Overfitting happens when the model is too complex relative to the amount and noisiness of the training data. Here are possible solutions:
- Simplify the model by selecting one with fewer parameters (e.g., a linear model rather than a high-degree polynomial model), by reducing the number of attributes in the training data, or by constraining the model.
- Gather more training data.
- Reduce the noise in the training data (e.g., fix data errors and remove outliers).

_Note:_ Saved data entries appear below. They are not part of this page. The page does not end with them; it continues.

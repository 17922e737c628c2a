//! Every reason `Config::validate` refuses a configuration: each case starts
//! from the demo configuration, breaks one thing, and expects the exact
//! variant with the values it carries. Where a limit has a boundary, the
//! value just inside it is accepted.

use diodestat_core::{
    example, AdcCal, Channel, Config, ConfigError, DiodePoint, Fault, ForwardVoltage, Fx, Gain,
    Plausibility, RampKind, Units,
};
use fixed::types::I40F24;
use std::collections::BTreeSet;

type E = ConfigError;

fn refused(f: impl FnOnce(&mut Config)) -> ConfigError {
    let mut c = example::config();
    f(&mut c);
    match c.validate() {
        Err(e) => e,
        Ok(_) => panic!("accepted"),
    }
}

fn accepted(f: impl FnOnce(&mut Config)) {
    let mut c = example::config();
    f(&mut c);
    if let Err(e) = c.validate() {
        panic!("refused: {e:?}");
    }
}

/// The reading at full scale, `(full_scale - offset) × units_per_count`,
/// in wide fixed point and truncated to Fx.
fn full_scale(cal: &AdcCal) -> Fx {
    let n = I40F24::from_num(i32::from(cal.full_scale_counts) - cal.offset_counts);
    (n * I40F24::from_num(cal.units_per_count)).to_num::<Fx>()
}

/// The name of a variant; the match is exhaustive, so a new variant does not
/// compile until it is listed here (and then must be covered below).
fn variant(e: &ConfigError) -> &'static str {
    match e {
        E::UnitOutOfRange { .. } => "UnitOutOfRange",
        E::TickRateZero => "TickRateZero",
        E::TickRateTooHigh { .. } => "TickRateTooHigh",
        E::AbsoluteLimitNotPositive { .. } => "AbsoluteLimitNotPositive",
        E::CeilingNotPositive { .. } => "CeilingNotPositive",
        E::CeilingAboveAbsolute { .. } => "CeilingAboveAbsolute",
        E::OvercurrentNotAboveCeiling { .. } => "OvercurrentNotAboveCeiling",
        E::OvercurrentAboveAbsolute { .. } => "OvercurrentAboveAbsolute",
        E::RampRateNotPositive { .. } => "RampRateNotPositive",
        E::RampRateBelowResolution { .. } => "RampRateBelowResolution",
        E::EmissionDelayTooLong { .. } => "EmissionDelayTooLong",
        E::HandoverFractionOutOfRange { .. } => "HandoverFractionOutOfRange",
        E::PowerRangeInvalid { .. } => "PowerRangeInvalid",
        E::RunawayNotAboveSetpointRange { .. } => "RunawayNotAboveSetpointRange",
        E::MonitorLossFloorNotBelowSetpoints { .. } => "MonitorLossFloorNotBelowSetpoints",
        E::MonitorLossFloorNegative { .. } => "MonitorLossFloorNegative",
        E::MonitorLossDriveOutOfRange { .. } => "MonitorLossDriveOutOfRange",
        E::DeratingKneeNotBelowCutoff { .. } => "DeratingKneeNotBelowCutoff",
        E::DeratingFloorOutOfRange { .. } => "DeratingFloorOutOfRange",
        E::TempTableTooShort { .. } => "TempTableTooShort",
        E::TempTableNotMonotonic { .. } => "TempTableNotMonotonic",
        E::SensorRailsInconsistent { .. } => "SensorRailsInconsistent",
        E::DebounceZero { .. } => "DebounceZero",
        E::MissedTickLimitZero => "MissedTickLimitZero",
        E::GainNotPositive { .. } => "GainNotPositive",
        E::ProportionalGainOverflow { .. } => "ProportionalGainOverflow",
        E::IntegralGainOutOfRange { .. } => "IntegralGainOutOfRange",
        E::CalibrationGainNotPositive { .. } => "CalibrationGainNotPositive",
        E::CalibrationOffsetOutOfRange { .. } => "CalibrationOffsetOutOfRange",
        E::CeilingNotRepresentable { .. } => "CeilingNotRepresentable",
        E::RunawayBeyondMonitorRange { .. } => "RunawayBeyondMonitorRange",
        E::OvercurrentBeyondSenseRange { .. } => "OvercurrentBeyondSenseRange",
        E::SupplyWindowInvalid { .. } => "SupplyWindowInvalid",
        E::MismatchToleranceNotPositive { .. } => "MismatchToleranceNotPositive",
        E::FastDebounceTooLong { .. } => "FastDebounceTooLong",
        E::IntermittentWeightOutOfRange { .. } => "IntermittentWeightOutOfRange",
        E::TempTableShortOfCutoff { .. } => "TempTableShortOfCutoff",
        E::ForwardVoltageLimitsInvalid { .. } => "ForwardVoltageLimitsInvalid",
        E::ForwardDriveOutOfRange { .. } => "ForwardDriveOutOfRange",
        E::PlausibilityPointInvalid { .. } => "PlausibilityPointInvalid",
        E::PlausibilityMarginsInvalid { .. } => "PlausibilityMarginsInvalid",
    }
}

Underfitting the Training Data
As you might guess, underfitting is the opposite of overfitting: it occurs when your model is too simple to learn the underlying structure of the data.
Here are the main options for fixing this problem:
- Select a more powerful model, with more parameters.
- Feed better features to the learning algorithm (feature engineering).
- Reduce the constraints on the model (e.g., reduce the regularization hyperparameter).
Data Mismatch
In some cases, it’s easy to get a large amount of data for training, but this data probably won’t be perfectly representative of the data that will be used in production.
Summary
- Machine Learning is about making machines get better at some task by learning from data, instead of having to explicitly code rules.
- There are many different types of ML systems: supervised or not, batch or online, instance-based or model-based.
- In an ML project you gather data in a training set, and you feed the training set to a learning algorithm.
- The system will not perform well if your training set is too small, or if the data is not representative, is noisy, or is polluted with irrelevant features (garbage in, garbage out). Lastly, your model needs to be neither too simple (in which case it will underfit) nor too complex (in which case it will overfit).